## [Action item]
What appears from the first line of the data below through the line containing "readonly method: 'normal", both included, should be copied exactly, and nothing else.

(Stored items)
BEGIN
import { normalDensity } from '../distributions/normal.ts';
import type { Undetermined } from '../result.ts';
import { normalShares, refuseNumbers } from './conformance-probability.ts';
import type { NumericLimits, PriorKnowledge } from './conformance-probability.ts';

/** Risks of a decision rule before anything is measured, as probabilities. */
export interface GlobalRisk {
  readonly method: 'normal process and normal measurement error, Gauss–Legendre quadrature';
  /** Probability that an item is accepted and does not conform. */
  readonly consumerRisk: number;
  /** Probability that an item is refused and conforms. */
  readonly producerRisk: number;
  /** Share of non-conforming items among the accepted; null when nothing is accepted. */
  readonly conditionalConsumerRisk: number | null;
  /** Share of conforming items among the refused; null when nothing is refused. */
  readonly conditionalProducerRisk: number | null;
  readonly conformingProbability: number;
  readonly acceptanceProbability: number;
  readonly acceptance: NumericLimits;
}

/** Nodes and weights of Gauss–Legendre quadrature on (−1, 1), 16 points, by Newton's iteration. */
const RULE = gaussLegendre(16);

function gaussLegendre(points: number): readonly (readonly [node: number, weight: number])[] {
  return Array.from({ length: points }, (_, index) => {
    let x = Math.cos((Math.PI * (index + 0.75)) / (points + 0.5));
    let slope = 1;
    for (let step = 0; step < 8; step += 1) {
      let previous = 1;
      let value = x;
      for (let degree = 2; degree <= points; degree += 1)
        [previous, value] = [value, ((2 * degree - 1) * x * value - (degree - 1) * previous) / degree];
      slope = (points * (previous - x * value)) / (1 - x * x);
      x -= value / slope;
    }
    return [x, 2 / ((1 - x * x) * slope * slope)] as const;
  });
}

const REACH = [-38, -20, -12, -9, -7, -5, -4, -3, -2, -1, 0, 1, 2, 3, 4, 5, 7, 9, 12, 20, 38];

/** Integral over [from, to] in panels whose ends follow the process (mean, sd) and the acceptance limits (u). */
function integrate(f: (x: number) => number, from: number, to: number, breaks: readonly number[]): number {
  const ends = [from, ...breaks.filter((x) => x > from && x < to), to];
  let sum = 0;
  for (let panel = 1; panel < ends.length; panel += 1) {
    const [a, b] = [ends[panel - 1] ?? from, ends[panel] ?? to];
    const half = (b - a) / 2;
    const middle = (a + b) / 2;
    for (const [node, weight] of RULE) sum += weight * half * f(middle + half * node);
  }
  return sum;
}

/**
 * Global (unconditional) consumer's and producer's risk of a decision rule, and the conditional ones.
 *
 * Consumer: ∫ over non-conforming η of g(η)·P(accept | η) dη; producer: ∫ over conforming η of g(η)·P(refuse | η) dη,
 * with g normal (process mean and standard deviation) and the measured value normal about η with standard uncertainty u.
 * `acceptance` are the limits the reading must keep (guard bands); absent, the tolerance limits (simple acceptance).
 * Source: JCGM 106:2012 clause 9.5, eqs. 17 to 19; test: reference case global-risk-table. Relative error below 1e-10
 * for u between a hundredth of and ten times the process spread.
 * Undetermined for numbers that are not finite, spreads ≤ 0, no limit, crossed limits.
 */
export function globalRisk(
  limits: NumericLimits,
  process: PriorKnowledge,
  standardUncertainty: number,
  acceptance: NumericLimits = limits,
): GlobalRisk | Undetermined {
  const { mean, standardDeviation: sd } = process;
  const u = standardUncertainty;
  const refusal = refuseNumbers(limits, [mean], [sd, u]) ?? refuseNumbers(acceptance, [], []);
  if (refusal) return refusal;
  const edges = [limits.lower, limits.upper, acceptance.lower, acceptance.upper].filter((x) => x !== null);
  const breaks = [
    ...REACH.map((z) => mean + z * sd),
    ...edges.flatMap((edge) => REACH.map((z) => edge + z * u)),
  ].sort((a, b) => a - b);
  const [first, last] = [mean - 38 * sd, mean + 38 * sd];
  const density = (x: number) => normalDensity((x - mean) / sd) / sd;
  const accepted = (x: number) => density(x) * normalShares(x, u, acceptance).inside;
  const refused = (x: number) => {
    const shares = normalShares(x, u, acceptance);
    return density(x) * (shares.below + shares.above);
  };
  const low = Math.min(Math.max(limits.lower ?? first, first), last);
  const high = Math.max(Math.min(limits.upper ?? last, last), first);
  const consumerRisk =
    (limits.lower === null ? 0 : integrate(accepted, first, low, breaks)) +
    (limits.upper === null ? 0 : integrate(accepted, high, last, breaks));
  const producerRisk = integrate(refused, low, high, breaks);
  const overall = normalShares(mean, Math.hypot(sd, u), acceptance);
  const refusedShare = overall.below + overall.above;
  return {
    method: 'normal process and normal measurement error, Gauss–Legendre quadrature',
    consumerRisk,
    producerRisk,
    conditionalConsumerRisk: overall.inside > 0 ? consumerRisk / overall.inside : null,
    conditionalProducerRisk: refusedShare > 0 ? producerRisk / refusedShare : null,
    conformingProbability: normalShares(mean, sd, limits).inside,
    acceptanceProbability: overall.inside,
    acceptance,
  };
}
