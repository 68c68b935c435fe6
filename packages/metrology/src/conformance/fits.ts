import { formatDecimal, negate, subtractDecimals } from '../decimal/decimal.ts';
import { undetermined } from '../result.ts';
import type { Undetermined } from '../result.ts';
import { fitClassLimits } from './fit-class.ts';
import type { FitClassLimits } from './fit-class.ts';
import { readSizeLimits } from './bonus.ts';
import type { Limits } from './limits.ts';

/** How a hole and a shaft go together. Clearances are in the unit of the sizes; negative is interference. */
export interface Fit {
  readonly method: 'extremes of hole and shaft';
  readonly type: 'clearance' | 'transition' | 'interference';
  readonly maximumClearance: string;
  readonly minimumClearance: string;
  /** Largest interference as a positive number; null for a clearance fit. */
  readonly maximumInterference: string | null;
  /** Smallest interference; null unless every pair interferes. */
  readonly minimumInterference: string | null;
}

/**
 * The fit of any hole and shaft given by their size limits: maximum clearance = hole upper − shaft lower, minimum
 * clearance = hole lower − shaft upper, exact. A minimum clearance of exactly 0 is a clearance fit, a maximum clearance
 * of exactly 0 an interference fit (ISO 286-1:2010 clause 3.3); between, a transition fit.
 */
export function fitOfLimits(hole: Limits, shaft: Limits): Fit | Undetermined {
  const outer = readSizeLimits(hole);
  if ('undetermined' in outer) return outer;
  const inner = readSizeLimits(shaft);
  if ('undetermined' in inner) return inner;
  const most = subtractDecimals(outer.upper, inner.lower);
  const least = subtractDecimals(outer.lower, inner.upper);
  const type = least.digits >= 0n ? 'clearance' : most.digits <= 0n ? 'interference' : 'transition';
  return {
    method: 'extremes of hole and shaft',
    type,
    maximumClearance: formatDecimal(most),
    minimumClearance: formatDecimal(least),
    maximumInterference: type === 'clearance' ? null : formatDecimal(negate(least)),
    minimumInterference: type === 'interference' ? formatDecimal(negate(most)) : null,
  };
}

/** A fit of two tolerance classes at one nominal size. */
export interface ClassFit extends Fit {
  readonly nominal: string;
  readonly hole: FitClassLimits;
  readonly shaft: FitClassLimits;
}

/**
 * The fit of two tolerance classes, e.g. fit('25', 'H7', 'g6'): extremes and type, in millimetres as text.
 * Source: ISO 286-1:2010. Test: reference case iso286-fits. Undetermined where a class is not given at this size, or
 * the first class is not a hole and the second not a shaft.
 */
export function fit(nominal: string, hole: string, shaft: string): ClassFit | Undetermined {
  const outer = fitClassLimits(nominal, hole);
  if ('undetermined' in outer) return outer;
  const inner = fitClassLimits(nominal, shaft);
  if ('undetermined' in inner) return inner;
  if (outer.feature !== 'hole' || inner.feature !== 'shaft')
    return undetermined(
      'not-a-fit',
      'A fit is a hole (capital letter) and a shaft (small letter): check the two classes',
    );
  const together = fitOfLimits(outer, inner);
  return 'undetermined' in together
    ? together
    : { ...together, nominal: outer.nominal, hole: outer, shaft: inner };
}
END
## [Completed task]
import { normalDensity } from '../distributions/normal.ts';
import type { Undetermined } from '../result.ts';
import { normalShares, refuseNumbers } from './conformance-probability.ts';
import type { NumericLimits, PriorKnowledge } from './conformance-probability.ts';

/** Risks of a decision rule before anything is measured, as probabilities. */
export interface GlobalRisk {
  readonly method: 'normal process and normal measurement error, Gauss–Legendre quadrature';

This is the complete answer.